En el tratamiento del cáncer se aplican remedios como la quimioterapia y se recomienda pedir perdón y perdonar para sanar el alma, vivir lo más cerca posible de la naturaleza, alimentación vegetariana y cultivo de emociones positivas que produzcan alegría de vivir. Pero ¿cómo abordar el cáncer social cuyas metástasis fueron propagándose de unos a otros individuos hasta rebasar fronteras y convertirse en grandes bancos o industrias, iglesias o grupos de poder multinacional provocadores de expolios y guerras?

De niños se nos decía que la envida era mala, que el robar lo de otros era peor y cuando intervenía el cura con el hacha del pecado mortal, las llamas del infierno amenazaban con salir por las mangas de su sotana, pero poco a poco vimos que el mundo se fundamentaba en eso, en la astucia para aprender a nadar y guardar la ropa, en la capacidad de engañar y hacer de capitanes araña. Por tanto sufrimos un buen desengaño al crecer, y a muchos les empujó a imitar y reproducir los modelos de la enfermedad social.
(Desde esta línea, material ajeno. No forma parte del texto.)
"""ohmgraph.engine: pure computation on arrays (no file I/O, no printing).

The network model, well-posedness checks, contraction of sources, the reduced nodal system,
solvers, recovery of branch quantities with residual checks, effective-resistance queries, and
readings against the model (comparison, adjoint sensitivities, single-fault diagnosis).
"""

from ohmgraph.engine.checks import CheckReport, Finding, check
from ohmgraph.engine.network import (CURRENT_SOURCE, KIND_LETTERS, RESISTOR, VOLTAGE_SOURCE,
                                     Network)
from ohmgraph.engine.solve import NetworkNotSolvable, Solution, solve
from ohmgraph.engine.solvers import (DEFAULT_RTOL, SolveInfo, SolverFailed, SPDSolver,
                                     make_solver, solve_spd)
from ohmgraph.engine.measurements import Comparison, ReadingModel, Readings, build_model, compare
from ohmgraph.engine.sensitivity import (MonteCarloSpread, ToleranceSpread,
                                         conductance_sensitivity, monte_carlo,
                                         resistance_sensitivity, tolerance_spread)
from ohmgraph.engine.diagnosis import Diagnosis, Hypothesis, diagnose
from ohmgraph.engine.kron import kron_reduction, reduced_resistances
from ohmgraph.engine.resistance import PairResistances, ResistanceSolver
from ohmgraph.engine.sketch import KirchhoffIndex, ResistorResistances

__all__ = [
    "Network", "RESISTOR", "VOLTAGE_SOURCE", "CURRENT_SOURCE", "KIND_LETTERS",
    "check", "CheckReport", "Finding",
    "solve", "Solution", "NetworkNotSolvable",
    "solve_spd", "make_solver", "SPDSolver", "SolveInfo", "SolverFailed", "DEFAULT_RTOL",
    "Readings", "ReadingModel", "build_model", "compare", "Comparison",
    "conductance_sensitivity", "resistance_sensitivity", "tolerance_spread", "ToleranceSpread",
    "monte_carlo", "MonteCarloSpread", "diagnose", "Diagnosis", "Hypothesis",
    "ResistanceSolver", "PairResistances", "ResistorResistances", "KirchhoffIndex",
    "kron_reduction", "reduced_resistances",
]
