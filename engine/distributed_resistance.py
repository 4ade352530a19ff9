"""Effective resistance of many node pairs across MPI processes, on a distributed PETSc matrix.

The network is the passive one (voltage sources shorted, current sources removed: the supernodes
of the stored contraction, :class:`~.ordering.NodeUnknowns`), grounded at the reference's
supernode: the matrix ``A`` is the reduced Laplacian of the distributed solve
(:mod:`.distributed`). Each process turns its slice of the resistors into half-edges (an edge
at each end that is an unknown) and sends them to the owners of their rows, so that every
process holds all edges at its rows. Each pair ``(s, t)`` is the right-hand side
``d = e_s - e_t`` (a held end drops out), assembled on the processes owning ``s`` and ``t``; one
KSP (CG + BoomerAMG, :func:`.solvers.petsc.configure_ksp`) is set up once and solves the
columns of each block one after the other: petsc4py 3.18 does not wrap ``KSPMatSolve``, and for
``KSPCG`` that routine loops over the columns too (block Krylov methods need ``KSPHPDDM``).

Value and accuracy are those of the single-process *pair solves*
(:mod:`ohmgraph.engine.resistance.pairs`): the energy estimate ``R~ = 2 d^T x - x^T A x`` whose
error is ``r^T A^{-1} r <= ||r||_1^2 max_i G_ii``, the residual ``r`` and the energy formed edge
by edge from the conductances with their rounding bounded
(:class:`~ohmgraph.engine.resistance.accuracy.ResidualMeter`, the numba kernel
:func:`~ohmgraph.engine.resistance.accuracy.edge_energies`), the partial sums of the processes
added exactly (:func:`math.fsum`, one more rounding counted). ``max_i G_ii`` is bounded by
Rayleigh's monotonicity law by the largest cheapest-path resistance to the ground, computed
here without gathering the graph: each process runs Dijkstra's algorithm on its rows
(:func:`scipy.sparse.csgraph.dijkstra`, from a virtual source standing for the ground and for
the neighbouring processes' nodes at their current distances), then the distances of the nodes
on the boundaries are exchanged, until no distance changes on any process (a Bellman–Ford
iteration whose rounds follow the paths' crossings between processes). Every distance found is
the resistance of a real path, so even an unfinished iteration gives a valid bound.

Every PETSc call is collective: all processes make it, in the same order.
"""

from __future__ import annotations

import math
import time
from dataclasses import dataclass

import numpy as np
import scipy.sparse as sp
from scipy.sparse.csgraph import dijkstra

from .distributed import BranchPart, fetch_node_map, to_owners
from .network import RESISTOR
from .ordering import NodeUnknowns
from .resistance.accuracy import (ASSEMBLY, MARGIN, UNIT_ROUNDOFF, ResidualMeter, edge_energies,
                                  gamma)
from .resistance.progress import Tracker, first_then_blocks
from .resistance.sketch import block_columns
from .solvers.petsc import configure_ksp, petsc_module

METHOD = "pair solves"
# Rounds of the distance exchange after which the (valid, maybe loose) bound is kept as it is.
MAX_DISTANCE_ROUNDS = 64


@dataclass
class DistributedPairs:
    """Effective resistances of the pairs (the same on every process).

    Attributes
    ----------
    ohms, accuracy : ndarray of float64
        Each pair's value and relative error bound (0 for a pair inside one supernode).
    solves : int
        Distinct pairs solved.
    iterations : int
        Most CG iterations of a solve.
    relative_residual : float
        Largest ``||d - A x||_2 / ||d||_2`` of a solve (formed edge by edge).
    converged : bool
        Whether every solve met ``rtol``.
    preconditioner : str
    ground_distance : float
        The bound on ``max_i G_ii`` (ohms) and the exchange rounds it took.
    distance_rounds : int
    timings : dict of str to float
        Seconds of this process per stage.
    """

    ohms: np.ndarray
    accuracy: np.ndarray
    solves: int
    iterations: int
    relative_residual: float
    converged: bool
    preconditioner: str
    ground_distance: float
    distance_rounds: int
    timings: dict


class _Rows:
    """The half-edges at this process's rows ``lo:hi`` with local numbering: own rows
    ``0 .. n_own - 1``, then the neighbours' ("ghost") unknowns, then one row for the ground."""

    def __init__(self, rows, cols, conductance, lo: int, hi: int):
        self.lo, self.n_own = lo, hi - lo
        own = (cols >= lo) & (cols < hi)
        self.ghosts = np.unique(cols[(cols >= 0) & ~own])
        self.n_local = self.n_own + self.ghosts.size
        self.ground = self.n_local
        self.row = rows - lo
        self.col = np.where(own, cols - lo, self.ground)
        outside = (cols >= 0) & ~own
        self.col[outside] = self.n_own + np.searchsorted(self.ghosts, cols[outside])
        self.global_row, self.global_col = rows, cols
        self.conductance = conductance
        # Residual at own rows: an edge between two own rows once, every other edge as held.
        once = ~own | (rows < cols)
        self.meter = ResidualMeter(self.row[once], np.where(cols < 0, -1, self.col)[once],
                                   conductance[once], self.n_local)
        # Energy: every edge on exactly one process (the owner of its lower end, or its only one).
        counted = (cols < 0) | (rows < cols)
        self.energy_edges = (np.ascontiguousarray(self.row[counted]),
                             np.ascontiguousarray(self.col[counted]),
                             np.ascontiguousarray(conductance[counted]))
        self.edges = int(counted.sum())      # the caller sets the total over all processes

    def matrix_csr(self, n_unknowns: int) -> sp.csr_matrix:
        """This process's rows of ``A`` (global columns), duplicates summed."""
        live = self.global_col >= 0
        rows = np.concatenate([self.row, self.row[live]])
        cols = np.concatenate([self.global_row, self.global_col[live]])
        values = np.concatenate([self.conductance, -self.conductance[live]])
        local = sp.csr_matrix((values, (rows, cols)), shape=(self.n_own, n_unknowns))
        local.sum_duplicates()
        local.sort_indices()
        return local

    def path_graph(self) -> sp.csr_matrix:
        """Directed edges ``neighbour -> own row`` weighted by the resistance of their parallel
        bundle (conductances summed first, as the single-process bound does)."""
        size = self.n_local + 1
        graph = sp.csr_matrix((self.conductance, (self.col, self.row)), shape=(size, size))
        graph.sum_duplicates()
        graph.data = 1.0 / graph.data
        return graph


def _ground_distance(comm, PETSc, rows: _Rows, ghost_values) -> tuple[float, int]:
    """Largest cheapest-path resistance from an unknown to the ground, and the rounds taken."""
    from mpi4py import MPI

    graph = rows.path_graph()
    known = np.full(rows.ghosts.size, np.inf)
    rounds = 0
    while True:
        rounds += 1
        finite = np.flatnonzero(np.isfinite(known))
        seeds = sp.csr_matrix((known[finite], (np.full(finite.size, rows.ground),
                                               rows.n_own + finite)), shape=graph.shape)
        distance = dijkstra(graph + seeds, directed=True, indices=rows.ground)[:rows.n_own]
        fresh = ghost_values(distance)
        changed = comm.allreduce(bool(np.any(fresh < known)), op=MPI.LOR)
        known = np.minimum(known, fresh)
        if not changed or rounds >= MAX_DISTANCE_ROUNDS:
            break
    largest = comm.allreduce(float(distance.max(initial=0.0)), op=MPI.MAX)
    n = comm.allreduce(rows.n_own, op=MPI.SUM)
    # Margin for the rounding of the path sums, as in the single-process bound.
    return largest * (1.0 + 4.0 * (n + 5) * UNIT_ROUNDOFF) * MARGIN, rounds


def _pair_unknowns(PETSc, part, own_nodes, node_range, n_nodes, a_idx, b_idx):
    """Unknowns of the slice's branch ends and of the pairs' nodes."""
    m, k = part.kind.size, a_idx.size
    ends, compact = np.unique(np.concatenate([part.from_node, part.to_node, a_idx, b_idx]),
                              return_inverse=True)
    unknown = fetch_node_map(PETSc, own_nodes, node_range, n_nodes, ends).unknown[compact]
    return unknown[:m], unknown[m:2 * m], unknown[2 * m:2 * m + k], unknown[2 * m + k:]


def pairs_distributed(comm, part: BranchPart, own_nodes: NodeUnknowns,
                      node_range: tuple[int, int], n_nodes: int, n_unknowns: int,
                      a_idx: np.ndarray, b_idx: np.ndarray, rtol: float,
                      progress=None, announce=None) -> DistributedPairs:
    """Effective resistance between nodes ``a_idx[k]`` and ``b_idx[k]`` on every process.

    Parameters
    ----------
    comm : mpi4py.MPI.Comm
        The processes taking part (PETSc's ``COMM_WORLD`` must be the same group).
    part : BranchPart
        This process's branches (only resistors count).
    own_nodes, node_range, n_nodes, n_unknowns
        As for :func:`ohmgraph.engine.distributed.solve_distributed`; the stored contraction must
        hold every node's potential to the reference's supernode or an unknown (no floating
        islands).
    a_idx, b_idx : ndarray of int64
        Node indices of the pairs, the same on every process.
    rtol : float
        Relative residual every solve must reach.
    progress, announce : callable, optional
        As for :meth:`ohmgraph.engine.resistance.ResistanceSolver.pairs_by_index` (pass them on
        one process only).
    """
    from mpi4py import MPI

    PETSc = petsc_module()
    world = PETSc.COMM_WORLD
    timings = {}
    start = time.perf_counter()
    ua, ub, pa, pb = _pair_unknowns(PETSc, part, own_nodes, node_range, n_nodes,
                                    np.asarray(a_idx, np.int64), np.asarray(b_idx, np.int64))
    resistive = (part.kind == RESISTOR) & (part.value > 0)
    ua, ub, g = ua[resistive], ub[resistive], 1.0 / part.value[resistive]
    between = ua != ub
    ua, ub, g = ua[between], ub[between], g[between]
    at_a, at_b = ua >= 0, ub >= 0
    size, rank = comm.Get_size(), comm.Get_rank()
    bounds = np.array([n_unknowns * r // size for r in range(size + 1)], np.int64)
    lo, hi = int(bounds[rank]), int(bounds[rank + 1])
    half = to_owners(comm, bounds, np.concatenate([ua[at_a], ub[at_b]]),
                     np.concatenate([ub[at_a], ua[at_b]]), np.concatenate([g[at_a], g[at_b]]))
    rows = _Rows(*half, lo, hi)
    rows.edges = comm.allreduce(rows.energy_edges[0].size, op=MPI.SUM)
    local = rows.matrix_csr(n_unknowns)
    matrix = PETSc.Mat().createAIJ(
        size=((rows.n_own, n_unknowns), (rows.n_own, n_unknowns)),
        csr=(local.indptr.astype(PETSc.IntType), local.indices.astype(PETSc.IntType),
             local.data), comm=world)
    matrix.assemble()
    del local
    rhs, x = matrix.createVecRight(), matrix.createVecLeft()
    ghost_vec = PETSc.Vec().createSeq(rows.ghosts.size, comm=PETSc.COMM_SELF)
    ghost_is = PETSc.IS().createGeneral(rows.ghosts.astype(PETSc.IntType), comm=PETSc.COMM_SELF)
    scatter = PETSc.Scatter().create(x, ghost_is, ghost_vec, None)

    def ghost_values(own: np.ndarray) -> np.ndarray:
        x.setArray(own)
        scatter.scatter(x, ghost_vec, addv=PETSc.InsertMode.INSERT_VALUES,
                        mode=PETSc.ScatterMode.FORWARD)
        return ghost_vec.getArray().copy()

    timings["assemble"] = time.perf_counter() - start
    start = time.perf_counter()
    distance, rounds = _ground_distance(comm, PETSc, rows, ghost_values)
    timings["distances"] = time.perf_counter() - start

    start = time.perf_counter()
    ksp = PETSc.KSP().create(comm=world)
    ksp.setOperators(matrix)
    preconditioner = configure_ksp(ksp, rtol)
    ksp.setUp()
    timings["setup"] = time.perf_counter() - start

    start = time.perf_counter()
    ohms, accuracy = np.zeros(pa.size), np.zeros(pa.size)
    todo = pa != pb
    keys, inverse = np.unique(np.stack([np.minimum(pa, pb)[todo], np.maximum(pa, pb)[todo]]),
                              axis=1, return_inverse=True)
    count = keys.shape[1]
    values, errors = np.empty(count), np.empty(count)
    iterations, worst = 0, 0.0
    tracker = Tracker(count, METHOD, progress, announce)
    for cols in first_then_blocks(count, block_columns(rows.n_local)):
        tracker.block()
        block = keys[:, cols]
        d = np.zeros((rows.n_local, block.shape[1]))
        solved = np.zeros((rows.n_local + 1, block.shape[1]))
        for j, (low, high) in enumerate(block.T):
            if lo <= low < hi:
                d[low - lo, j] = -1.0
            if lo <= high < hi:
                d[high - lo, j] = 1.0
            rhs.setArray(np.ascontiguousarray(d[:rows.n_own, j]))
            ksp.solve(rhs, x)
            iterations = max(iterations, ksp.getIterationNumber())
            solved[:rows.n_own, j] = x.getArray()
            scatter.scatter(x, ghost_vec, addv=PETSc.InsertMode.INSERT_VALUES,
                            mode=PETSc.ScatterMode.FORWARD)
            solved[rows.n_own:rows.n_local, j] = ghost_vec.getArray()
        value, error, relative = _block_values(comm, rows, d, solved, block, distance)
        values[cols], errors[cols] = value, error
        worst = max(worst, relative)
        tracker.done(block.shape[1])
    timings["solve"] = time.perf_counter() - start
    inverse = inverse.reshape(-1)
    ohms[todo], accuracy[todo] = values[inverse], errors[inverse]
    for handle in (scatter, ghost_is, ghost_vec, x, rhs, ksp, matrix):
        handle.destroy()
    return DistributedPairs(ohms=ohms, accuracy=accuracy, solves=count,
                            iterations=int(iterations), relative_residual=float(worst),
                            converged=bool(worst <= rtol), preconditioner=preconditioner,
                            ground_distance=float(distance), distance_rounds=rounds,
                            timings=timings)


def _block_values(comm, rows: _Rows, d: np.ndarray, solved: np.ndarray, block: np.ndarray,
                  distance: float):
    """Energy estimates, their relative error bounds and the largest relative residual of a
    block of solved pairs (collective: the processes' partial sums added exactly)."""
    n_own = rows.n_own
    residual, slack = rows.meter.residual(d, solved[:rows.n_local])
    residual, slack = residual[:n_own], slack[:n_own]
    own_d, own_x = d[:n_own], solved[:n_own]
    partial = np.stack([
        edge_energies(*rows.energy_edges, solved),
        np.einsum("ij,ij->j", own_d, own_x),
        np.einsum("ij,ij->j", np.abs(own_d), np.abs(own_x)),
        (np.abs(residual) + slack).sum(axis=0),
        (residual ** 2).sum(axis=0)])
    everything = comm.allgather(partial)
    energy, dx, dx_size, l1, squares = (
        np.array([math.fsum(column) for column in np.stack([p[row] for p in everything]).T])
        for row in range(partial.shape[0]))
    terms = (block >= 0).sum(axis=0)                 # nonzeros of d: a held end drops out
    energy_rounding = (gamma(4) + 3.0 * UNIT_ROUNDOFF
                       + 4.0 * rows.edges * UNIT_ROUNDOFF ** 2) * MARGIN
    estimate = 2.0 * dx - energy
    linear = (2.0 * gamma(terms) * dx_size + energy_rounding * energy
              + UNIT_ROUNDOFF * np.abs(estimate)) * MARGIN
    quadratic = (l1 * MARGIN) ** 2 * distance * MARGIN
    error = linear + quadratic
    error += ASSEMBLY * (estimate + error) + UNIT_ROUNDOFF * estimate
    relative = float(np.max(np.sqrt(squares) / np.sqrt(terms), initial=0.0))
    return estimate, error / estimate * MARGIN, relative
“No desearás los bienes ajenos” sigue siendo una indicación divina válida para todo tiempo y que no obliga: sólo invita. ¿Quién recoge la invitación? ¿La Iglesia? ¿Los políticos? ¿Los banqueros? ¿Los empresarios? ¿El FMI?…Y la lista podría seguir ampliándose por arriba hasta abarcar a todos los codiciosos y a toda la codicia del mundo, y por abajo, por el interior, por los subterráneos de la conciencia, podría ampliarse tanto que llegara a abarcarnos a nosotros mismos hasta sentir la necesidad de preguntarnos por nuestra propia envida y nuestra ambición; por su origen y por sus consecuencias en nuestra vida cotidiana. .Tal vez este ejercicio auto reflexivo podría servir para iniciarnos en una terapia de choque contra el cáncer social, o al menos – y por lo que respecta a nosotros- para servirle de cortafuegos. Tal vez nos sirviera para preguntarnos si la causa de nuestra insatisfacción personal no radica en algo que tiene que ver con nuestro modo sumiso de aceptar el mundo como es y si no es hora -con lo que está cayendo por todos lados- de empezar a preguntarnos cómo podría dejar de ser lo que es para ser más justo y qué talentos tiene cada uno de nosotros. Y tal vez sería bueno aprender a mostrarse agradecido por poseer esos talentos que pueden ser herramientas de transformación colectiva y buscar cómo aplicarlos para curarse del posible contagio y pasar a formar parte de la solución en lugar de ser parte del problema.